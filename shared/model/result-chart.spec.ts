import { describe, expect, it } from 'vitest';

import { exposureAt } from '../drawing/exposure-chart';
import type { Beam, HazardCase } from '../hazard/case';
import { evaluate } from '../hazard/evaluate';
import { isEvaluated } from './evaluation-case';
import { resultChart } from './result-chart';
import { resultView, type ResultView } from './result-view';

function beam(wavelengthNm: number, powerW: number): Beam {
  return {
    wavelengthNm,
    emission: { mode: 'cw', powerW },
    diameterMm: 1.5,
    divergenceMrad: 0.5,
    width: '1/e2',
    profile: 'gaussian',
  };
}

function viewOf(hazardCase: HazardCase): ResultView {
  const result = evaluate(hazardCase);
  if (!isEvaluated(result)) throw new Error(result.errors[0]?.message);
  return resultView(hazardCase, result);
}

const SIX_LINES: HazardCase = {
  ruleSet: 'eu-2006-25',
  beams: [
    beam(457.9, 0.35),
    beam(476.5, 0.75),
    beam(488, 1.5),
    beam(496.5, 0.7),
    beam(501.7, 0.4),
    beam(514.5, 2),
  ],
  exposure: { eyeS: 0.25, skinS: 10 },
};

describe('chart of a result', () => {
  it('draws exposure where one limit holds for all lines, and meets it at the hazard distance', () => {
    const view = viewOf(SIX_LINES);
    const model = resultChart(view, 11);
    expect(model.unit).toBe('W/m²');
    expect(model.wallDistanceM).toBe(11);
    expect(model.lines).toHaveLength(6);
    const [eye, skin] = model.limits.map(
      (limit) => exposureAt(model, limit.distanceM) / limit.value,
    );
    expect(eye).toBeCloseTo(1, 6);
    // The skin is averaged over 3.5 mm, the curve over 7 mm.
    expect(Math.abs((skin ?? 0) - 1)).toBeLessThan(0.03);
    expect(model.limits.map(({ side }) => side)).toEqual(['eye', 'skin']);
    expect(model.limits[0]?.label).toContain('25.4');
  });

  it('draws exposure divided by limit where lines have different limits', () => {
    const view = viewOf({
      ruleSet: 'iec-60825-1-2014',
      beams: [beam(450, 0.5), beam(1064, 20)],
      exposure: { eyeS: 60 },
    });
    const model = resultChart(view, undefined);
    expect(model.unit).toBe('');
    expect(exposureAt(model, view.result.eye.hazardDistanceM)).toBeCloseTo(1, 6);
  });

  it('draws pulses by the exposure of one', () => {
    const view = viewOf({
      ruleSet: 'iec-60825-1-2014',
      beams: [
        {
          ...beam(1064, 1),
          emission: {
            mode: 'repetitive',
            pulseEnergyJ: 2e-3,
            pulseDurationS: 1e-8,
            repetitionRateHz: 1000,
          },
        },
      ],
      exposure: { eyeS: 100 },
    });
    const model = resultChart(view, undefined);
    expect(model.unit).toBe('J/m²');
    expect(model.limits[0]?.label).toContain('per pulse');
  });
});

describe('result by line', () => {
  it('gives each line the reach that it has alone, the longest below that of all together', () => {
    const view = viewOf(SIX_LINES);
    const alone = view.lines.map((line) => line.eyeAloneM);
    expect(Math.max(...alone)).toBeLessThan(view.result.eye.hazardDistanceM);
    const last = evaluate({ ...SIX_LINES, beams: SIX_LINES.beams.slice(-1) });
    expect(isEvaluated(last) && last.eye.hazardDistanceM).toBe(alone.at(-1));
  });
});
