import { fileURLToPath } from 'node:url';
import { defineConfig } from 'vitest/config';

const shared = fileURLToPath(new URL('./shared', import.meta.url));

export default defineConfig({
  resolve: { alias: { '@shared': shared } },
  test: {
    environment: 'node',
    include: ['{shared,server,migrations,tests}/**/*.spec.ts'],
    exclude: ['tests/journeys/**', 'node_modules/**'],
    testTimeout: 60_000,
    hookTimeout: 60_000,
  },
});
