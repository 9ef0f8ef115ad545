import eslint from '@eslint/js';
import angular from 'angular-eslint';
import prettier from 'eslint-config-prettier';
import boundaries from 'eslint-plugin-boundaries';
import importX from 'eslint-plugin-import-x';
import tseslint from 'typescript-eslint';

const own = (type) => [type, { feature: '${from.feature}' }];
const SHARED = ['shared', 'hazard'];

/** Which part may import which; first match wins, special files before their folder. */
const elements = [
  { type: 'hazard', pattern: 'shared/hazard' },
  { type: 'shared', pattern: 'shared/*', capture: ['area'] },
  {
    type: 'server-data',
    mode: 'full',
    pattern: 'server/features/*/**/*-{repository,queries,record,table}.ts',
    capture: ['feature'],
  },
  {
    type: 'server-service',
    mode: 'full',
    pattern: 'server/features/*/**/*-service.ts',
    capture: ['feature'],
  },
  { type: 'server-feature', pattern: 'server/features/*', capture: ['feature'] },
  { type: 'server-demo', pattern: 'server/demo' },
  { type: 'server-cli', pattern: 'server/cli' },
  { type: 'server-root', mode: 'full', pattern: 'server/*.ts' },
  { type: 'server-core', pattern: 'server/*', capture: ['part'] },
  {
    type: 'client-api',
    mode: 'full',
    pattern: 'src/app/features/*/*-api.ts',
    capture: ['feature'],
  },
  { type: 'client-feature', pattern: 'src/app/features/*', capture: ['feature'] },
  { type: 'client-ui', pattern: 'src/app/ui' },
  { type: 'client-core', pattern: 'src/app/core' },
  { type: 'client-root', mode: 'full', pattern: ['src/*.ts', 'src/app/*.ts'] },
  { type: 'migration', mode: 'full', pattern: 'migrations/*.ts' },
];

export default tseslint.config(
  { ignores: ['dist/**', 'node_modules/**', '.angular/**', 'data/**', 'tmp/**'] },
  eslint.configs.recommended,
  tseslint.configs.strict,
  {
    files: ['**/*.ts'],
    languageOptions: { parser: tseslint.parser, parserOptions: { projectService: true } },
    plugins: { boundaries, 'import-x': importX },
    settings: {
      'import/resolver': { typescript: { alwaysTryTypes: true } },
      'import-x/resolver': { typescript: { alwaysTryTypes: true } },
      'import-x/parsers': { '@typescript-eslint/parser': ['.ts'] },
      'boundaries/include': ['shared/**', 'server/**', 'src/**', 'migrations/**'],
      'boundaries/elements': elements,
    },
    rules: {
      'boundaries/no-unknown-files': 'error',
      'import-x/no-cycle': 'error',
      'import-x/no-default-export': 'error',
      'max-lines': ['error', { max: 400, skipBlankLines: true, skipComments: true }],
      'max-params': ['error', 4],
      'no-restricted-syntax': [
        'error',
        { selector: 'TSEnumDeclaration', message: 'Use a union of strings.' },
        {
          selector: "MemberExpression[object.name='sql'][property.name='raw']",
          message: 'No raw SQL text.',
        },
        {
          selector: "AssignmentExpression > MemberExpression[property.name='innerHTML']",
          message: 'No HTML from text.',
        },
      ],
      '@typescript-eslint/no-floating-promises': 'error',
      '@typescript-eslint/await-thenable': 'error',
      '@typescript-eslint/no-unused-vars': ['error', { argsIgnorePattern: '^_' }],
      '@typescript-eslint/no-invalid-void-type': 'off',
      'boundaries/element-types': [
        'error',
        {
          default: 'disallow',
          rules: [
            { from: 'hazard', allow: ['hazard'] },
            { from: 'shared', allow: SHARED },
            { from: 'server-core', allow: ['server-core', ...SHARED, 'migration'] },
            { from: 'server-data', allow: ['server-core', ...SHARED, own('server-data')] },
            {
              from: 'server-service',
              allow: [
                'server-core',
                ...SHARED,
                'server-service',
                own('server-data'),
                own('server-feature'),
              ],
            },
            {
              from: 'server-feature',
              allow: [
                'server-core',
                ...SHARED,
                'server-service',
                own('server-data'),
                own('server-feature'),
              ],
            },
            {
              from: 'server-cli',
              allow: ['server-cli', 'server-root', 'server-core', ...SHARED],
            },
            {
              from: 'server-demo',
              allow: ['server-demo', 'server-core', 'server-service', ...SHARED],
            },
            {
              from: 'server-root',
              allow: [
                'server-root',
                'server-core',
                'server-service',
                'server-feature',
                'server-data',
                'server-demo',
                ...SHARED,
                'migration',
              ],
            },
            { from: 'client-ui', allow: ['client-ui', ...SHARED] },
            { from: 'client-core', allow: ['client-core', 'client-ui', ...SHARED] },
            { from: 'client-api', allow: ['client-core', ...SHARED] },
            {
              from: 'client-feature',
              allow: ['client-core', 'client-ui', ...SHARED, 'client-api', own('client-feature')],
            },
            {
              from: 'client-root',
              allow: ['client-root', 'client-core', 'client-ui', 'client-feature', ...SHARED],
            },
            { from: 'migration', allow: ['migration'] },
          ],
        },
      ],
      'boundaries/external': [
        'error',
        {
          default: 'allow',
          rules: [
            { from: 'hazard', disallow: ['*', 'node:*'] },
            { from: 'shared', disallow: ['*', 'node:*'] },
            { from: 'shared', allow: ['zod'] },
            { from: ['client-*'], disallow: ['express', 'kysely', 'better-sqlite3', 'node:*'] },
            { from: ['server-*'], disallow: ['@angular/*'] },
            { from: ['server-service', 'server-feature'], disallow: ['better-sqlite3', 'kysely'] },
          ],
        },
      ],
    },
  },
  {
    files: ['shared/**/*.ts'],
    rules: {
      'no-restricted-globals': ['error', 'process', 'fetch', 'window', 'document'],
      'no-restricted-properties': [
        'error',
        { object: 'Date', property: 'now', message: 'Time is an argument below shared.' },
        { object: 'Math', property: 'random', message: 'Seeds are arguments below shared.' },
      ],
    },
  },
  {
    files: ['src/**/*.ts'],
    extends: [angular.configs.tsRecommended],
    processor: angular.processInlineTemplates,
    rules: {
      '@angular-eslint/component-class-suffix': 'off',
      '@angular-eslint/directive-class-suffix': 'off',
      '@angular-eslint/prefer-on-push-component-change-detection': 'error',
      '@angular-eslint/component-selector': [
        'error',
        { type: 'element', prefix: 'lm', style: 'kebab-case' },
      ],
      '@angular-eslint/directive-selector': [
        'error',
        { type: 'attribute', prefix: 'lm', style: 'camelCase' },
      ],
      '@typescript-eslint/no-extraneous-class': ['error', { allowWithDecorator: true }],
    },
  },
  {
    files: ['src/**/*.ts'],
    ignores: ['src/app/ui/icon/**', '**/*.spec.ts'],
    rules: {
      'no-restricted-syntax': [
        'error',
        {
          selector: 'Identifier[name=/^bypassSecurityTrust/]',
          message: 'Only the icon registry may trust its own text.',
        },
        { selector: 'TSEnumDeclaration', message: 'Use a union of strings.' },
        { selector: "MemberExpression[property.name='innerHTML']", message: 'No HTML from text.' },
      ],
    },
  },
  {
    // Components on native table elements are selected by attribute.
    files: ['src/app/ui/list-table/**/*.ts'],
    plugins: { '@angular-eslint': angular.tsPlugin },
    rules: { '@angular-eslint/component-selector': 'off' },
  },
  {
    files: ['src/**/*.html'],
    extends: [angular.configs.templateRecommended, angular.configs.templateAccessibility],
  },
  {
    files: ['**/*.spec.ts', 'tests/**/*.ts'],
    rules: {
      'boundaries/external': 'off',
      'boundaries/element-types': 'off',
      '@typescript-eslint/no-non-null-assertion': 'off',
      'max-lines': 'off',
    },
  },
  { files: ['shared/hazard/rule-sets/**'], rules: { 'max-lines': 'off' } },
  { files: ['**/*.config.ts', '**/*.config.mjs'], rules: { 'import-x/no-default-export': 'off' } },
  {
    files: ['**/*.mjs'],
    languageOptions: { globals: { process: 'readonly', console: 'readonly', URL: 'readonly' } },
  },
  prettier,
);
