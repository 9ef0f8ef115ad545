import { fileURLToPath } from 'node:url';
import { defineConfig } from 'vitest/config';

const shared = fileURLToPath(new URL('./shared', import.meta.url));

export default defineConfig({
  resolve: { alias: { '@shared': shared } },
  test: {
    environment: 'node',
    include: ['tests/journeys/**/*.spec.ts'],
    globalSetup: ['tests/journeys/support/serve-demo.ts'],
    // One browser and one server at a time: two cores.
    fileParallelism: false,
    testTimeout: 180_000,
    hookTimeout: 180_000,
  },
});
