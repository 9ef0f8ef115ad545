import * as z from 'zod';
import { idSchema, requiredText } from './common';
import { passwordSchema, roleSchema } from './people';

export const signInSchema = z.strictObject({
  email: z.string().trim().min(1, { error: 'Enter your e-mail address.' }).max(254),
  password: z.string().min(1, { error: 'Enter your password.' }).max(128),
});
export type SignIn = z.infer<typeof signInSchema>;

export const changePasswordSchema = z.strictObject({
  currentPassword: z.string().min(1, { error: 'Enter your present password.' }).max(128),
  newPassword: passwordSchema,
});

/** The first administrator, made with the one-time token that the server prints to its log. */
export const setupSchema = z.strictObject({
  token: requiredText('the one-time token', 200),
  name: requiredText('your name'),
  email: z.email({ error: 'Enter an e-mail address.' }).max(254),
  password: passwordSchema,
});

export const signedInUserSchema = z.strictObject({
  id: idSchema,
  name: z.string(),
  email: z.string(),
  department: z.string().optional(),
  roles: z.array(roleSchema),
  /** Areas this person supervises, as supervisor or alternate. */
  areaIds: z.array(idSchema),
});

export const demoAccountSchema = z.strictObject({
  email: z.string(),
  password: z.string(),
  name: z.string(),
  role: z.string(),
  /** One sentence: what this person can do in the demo. */
  note: z.string(),
});

export const sessionSchema = z.strictObject({
  user: signedInUserSchema.nullable(),
  site: z.strictObject({ name: z.string(), zone: z.string() }),
  /** Only in demo mode; null everywhere else. */
  demo: z.strictObject({ accounts: z.array(demoAccountSchema) }).nullable(),
  /** True until the first administrator exists. */
  needsSetup: z.boolean(),
  /** Seconds without a request after which the session ends. */
  idleTimeoutS: z.int(),
});
export type Session = z.infer<typeof sessionSchema>;
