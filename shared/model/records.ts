import * as z from 'zod';
import { idSchema, instantSchema, pageOf, pageQuery } from './common';

export const RECORD_KINDS = [
  'account',
  'area',
  'evaluation',
  'laser',
  'laser-file',
  'laser-import',
  'person',
  'session',
  'settings',
] as const;
export const recordKindSchema = z.enum(RECORD_KINDS);
export type RecordKind = z.infer<typeof recordKindSchema>;

/** One entry of the audit trail: append-only, each chained to the one before by SHA-256. */
export const auditEntrySchema = z.strictObject({
  sequence: z.int(),
  at: instantSchema,
  /** Null for what the system did by itself. */
  actorId: idSchema.nullable(),
  actorName: z.string(),
  actorRole: z.string(),
  /** The LSO for whom a deputy acted. */
  actingFor: z.string().nullable(),
  /** What was done: an action of the permission table or an event of a workflow. */
  action: z.string(),
  recordKind: recordKindSchema,
  recordId: z.string(),
  /** What a person calls the record: L-16, B-204. */
  recordName: z.string(),
  fromState: z.string().nullable(),
  toState: z.string().nullable(),
  /** Fields that changed, old value and new value. */
  changes: z.array(z.strictObject({ field: z.string(), before: z.unknown(), after: z.unknown() })),
  reason: z.string().nullable(),
  requestId: z.string(),
  via: z.string(),
  hash: z.string(),
});
export type AuditEntry = z.infer<typeof auditEntrySchema>;

export const auditTrailQuerySchema = z.strictObject({
  ...pageQuery,
  recordKind: recordKindSchema.optional(),
  recordId: idSchema.optional(),
  actorId: idSchema.optional(),
  action: z.string().max(80).optional(),
  /** From this instant, included. */
  from: instantSchema.optional(),
  /** Up to this instant, not included. */
  to: instantSchema.optional(),
});
export const auditTrailPageSchema = pageOf(auditEntrySchema);

export const trailVerificationSchema = z.strictObject({
  intact: z.boolean(),
  entries: z.int(),
  checkpoints: z.int(),
  headHash: z.string(),
  /** First bad entry and what is wrong with it. */
  firstBad: z.strictObject({ sequence: z.int(), problem: z.string() }).nullable(),
});
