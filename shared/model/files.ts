import * as z from 'zod';
import { idSchema, instantSchema, personRefSchema, shortText } from './common';

export const LASER_FILE_KINDS = [
  'data-sheet',
  'photo',
  'label-photo',
  'manual',
  'declaration',
  'measurement-report',
] as const;
export const laserFileKindSchema = z.enum(LASER_FILE_KINDS);

/** Fields beside the file in the multipart upload. */
export const laserFileInputSchema = z.strictObject({
  kind: laserFileKindSchema,
  note: shortText(200).optional(),
});

export const laserFileSchema = z.strictObject({
  id: idSchema,
  kind: laserFileKindSchema,
  name: z.string(),
  mediaType: z.string(),
  sizeBytes: z.int(),
  sha256: z.string(),
  note: z.string().optional(),
  uploadedBy: personRefSchema,
  uploadedAt: instantSchema,
});
export type LaserFile = z.infer<typeof laserFileSchema>;

export const MAX_FILE_BYTES = 20 * 1024 * 1024;
export const MAX_FILES_PER_LASER = 10;
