import type { Emission, LASER_CLASSES, LaserRow } from './lasers';
import { figure } from '../text/figure';

type LaserClass = (typeof LASER_CLASSES)[number];

/** Order of consequence; equivalents of the FDA scheme stand beside the IEC's, never converted. */
const CLASS_RANKS: Readonly<Record<LaserClass, number>> = {
  '1': 1,
  I: 1,
  '1C': 2,
  '1M': 2,
  IIa: 3,
  '2': 3,
  II: 3,
  '2M': 4,
  '3R': 5,
  IIIa: 5,
  '3B': 6,
  IIIb: 6,
  '4': 7,
  IV: 7,
};

/** 1 (Class 1) to 7 (Class 4); 0 when the class is unknown. */
export function classRank(laserClass: LaserClass | undefined): number {
  return laserClass ? CLASS_RANKS[laserClass] : 0;
}

/** The line as a list shows it. */
export function lineOf(emission: Emission): LaserRow['lines'][number] {
  return {
    wavelengthNm: emission.wavelengthNm.value,
    ...(emission.wavelengthToNm ? { wavelengthToNm: emission.wavelengthToNm.value } : {}),
    mode: emission.mode,
    summary: emissionSummary(emission),
  };
}

/** "CW, 5 W" or "5 mJ, 35 fs, 1 kHz": the maximum, as on record. */
export function emissionSummary(emission: Emission): string {
  const say = (field: SummaryField, unit: string) => {
    const quantity = emission[field];
    return quantity ? [figure(quantity.value, unit)] : [];
  };
  const energy = say('pulseEnergyJ', 'J');
  const power = energy.length > 0 ? [] : say('powerW', 'W');
  const peak =
    energy.length + power.length > 0 ? [] : say('peakPowerW', 'W').map((w) => `${w} peak`);
  const pulse = [...energy, ...power, ...peak, ...say('pulseDurationS', 's')];
  switch (emission.mode) {
    case 'cw':
      return ['CW', ...say('powerW', 'W')].join(', ');
    case 'single':
      return [...pulse, 'single'].join(', ');
    case 'burst': {
      const count = emission.pulsesPerBurst
        ? [`${figure(emission.pulsesPerBurst.value)} a burst`]
        : [];
      return [...pulse, ...count, ...say('burstRateHz', 'Hz')].join(', ');
    }
    case 'repetitive':
      return [...pulse, ...say('repetitionRateHz', 'Hz')].join(', ');
    case 'mode-locked':
    case 'modulated':
      return [emission.mode, ...pulse, ...say('repetitionRateHz', 'Hz')].join(', ');
  }
}

type SummaryField =
  'powerW' | 'peakPowerW' | 'pulseEnergyJ' | 'pulseDurationS' | 'repetitionRateHz' | 'burstRateHz';
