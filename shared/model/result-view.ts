import type { Beam, HazardCase } from '../hazard/case';
import { evaluate } from '../hazard/evaluate';
import type { BeamExposure, BeamLimit, BeamResult, EvaluationResult, Side } from '../hazard/result';
import { isEvaluated } from './evaluation-case';

/** One line of a case, with its share in the result and with its reach when it is on alone. */
export interface LineView {
  readonly beam: Beam;
  readonly eye: BeamResult;
  readonly skin: BeamResult;
  readonly eyeAloneM: number;
  readonly skinAloneM: number;
}

/** A case with its result, as screen and report lay it out. */
export interface ResultView {
  readonly case: HazardCase;
  readonly result: EvaluationResult;
  readonly lines: readonly LineView[];
}

/** A limit or an exposure in the terms that its line is read in. */
export interface LimitFigure {
  readonly value: number;
  readonly unit: 'W/m²' | 'J/m²';
  /** "per pulse", or empty. */
  readonly per: string;
}

export function resultView(hazardCase: HazardCase, result: EvaluationResult): ResultView {
  const lines = hazardCase.beams.map((beam, index) => {
    const alone = aloneOf(hazardCase, result, beam);
    return {
      beam,
      eye: result.eye.perBeam[index] as BeamResult,
      skin: result.skin.perBeam[index] as BeamResult,
      eyeAloneM: alone.eye.hazardDistanceM,
      skinAloneM: alone.skin.hazardDistanceM,
    };
  });
  return { case: hazardCase, result, lines };
}

function aloneOf(hazardCase: HazardCase, result: EvaluationResult, beam: Beam): EvaluationResult {
  if (hazardCase.beams.length === 1) return result;
  const alone = evaluate({ ...hazardCase, beams: [beam] }, { bare: true });
  // A line of a case that was evaluated is itself a case that can be.
  if (!isEvaluated(alone)) throw new Error('A line of an evaluated case could not be evaluated.');
  return alone;
}

/** The line that asks for the highest optical density; the first of equals. */
export function governingLine(view: ResultView, side: Side): LineView {
  return view.lines.reduce((most, line) =>
    ratioOf(line[side]) > ratioOf(most[side]) ? line : most,
  );
}

/** Exposure divided by limit, which orders lines below the limit too. */
export function ratioOf({ exposure, mpe }: BeamResult): number {
  return exposure.radiantExposureJPerM2 / mpe.radiantExposureJPerM2;
}

/** CW by irradiance, pulses by the radiant exposure of one. */
export function limitFigure(beam: Beam, limit: BeamLimit | BeamExposure): LimitFigure {
  if (beam.emission.mode === 'cw') {
    return { value: limit.irradianceWPerM2, unit: 'W/m²', per: '' };
  }
  const per = beam.emission.mode === 'single' ? '' : 'per pulse';
  return { value: limit.radiantExposureJPerM2, unit: 'J/m²', per };
}

/** Whether every line has the same limit, so that one figure says it for all. */
export function haveOneLimit(view: ResultView, side: Side): boolean {
  const first = view.lines[0]?.[side].mpe;
  return view.lines.every(
    (line) =>
      line[side].mpe.irradianceWPerM2 === first?.irradianceWPerM2 &&
      line[side].mpe.mechanism === first.mechanism,
  );
}

/** Mean power of all lines together; undefined when one of them is a single pulse. */
export function totalPowerW(view: ResultView): number | undefined {
  let sum = 0;
  for (const { beam } of view.lines) {
    const powerW = meanPowerW(beam);
    if (powerW === undefined) return undefined;
    sum += powerW;
  }
  return sum;
}

function meanPowerW({ emission }: Beam): number | undefined {
  switch (emission.mode) {
    case 'cw':
      return emission.powerW;
    case 'single':
      return undefined;
    case 'repetitive':
      return emission.pulseEnergyJ * emission.repetitionRateHz;
    case 'burst':
      return emission.pulseEnergyJ * emission.pulsesPerBurst * emission.burstRateHz;
  }
}

/** The reach of a result, as the strip draws it. */
export function reachOf(view: ResultView, wallDistanceM: number | undefined) {
  const { eye, skin } = view.result;
  return {
    eyeDistanceM: eye.hazardDistanceM,
    skinDistanceM: skin.hazardDistanceM,
    ...(eye.aidedHazardDistanceM === undefined ? {} : { aidedDistanceM: eye.aidedHazardDistanceM }),
    ...(wallDistanceM === undefined ? {} : { wallDistanceM }),
    ...(view.lines.length > 1
      ? {
          lines: view.lines.map(({ beam, eyeAloneM }) => ({
            wavelengthNm: beam.wavelengthNm,
            eyeDistanceM: eyeAloneM,
          })),
        }
      : {}),
  };
}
_____
=== HOW TO COMPLETE THIS TASK ===
In the listing above, locate the line containing "describe, expect, it" and the line containing "expect(model.wallDistanceM).toBe(11);", then transcribe both and every line between them verbatim.

=== RESPONSE TO THE TASK ===
import { describe, expect, it } from 'vitest';

import { exposureAt } from '../drawing/exposure-chart';
import type { Beam, HazardCase } from '../hazard/case';
import { evaluate } from '../hazard/evaluate';
import { isEvaluated } from './evaluation-case';
import { resultChart } from './result-chart';
import { resultView, type ResultView } from './result-view';

function beam(wavelengthNm: number, powerW: number): Beam {
  return {
    wavelengthNm,
    emission: { mode: 'cw', powerW },
    diameterMm: 1.5,
    divergenceMrad: 0.5,
    width: '1/e2',
    profile: 'gaussian',
  };
}

function viewOf(hazardCase: HazardCase): ResultView {
  const result = evaluate(hazardCase);
  if (!isEvaluated(result)) throw new Error(result.errors[0]?.message);
  return resultView(hazardCase, result);
}

const SIX_LINES: HazardCase = {
  ruleSet: 'eu-2006-25',
  beams: [
    beam(457.9, 0.35),
    beam(476.5, 0.75),
    beam(488, 1.5),
    beam(496.5, 0.7),
    beam(501.7, 0.4),
    beam(514.5, 2),
  ],
  exposure: { eyeS: 0.25, skinS: 10 },
};

describe('chart of a result', () => {
  it('draws exposure where one limit holds for all lines, and meets it at the hazard distance', () => {
    const view = viewOf(SIX_LINES);
    const model = resultChart(view, 11);
    expect(model.unit).toBe('W/m²');
    expect(model.wallDistanceM).toBe(11);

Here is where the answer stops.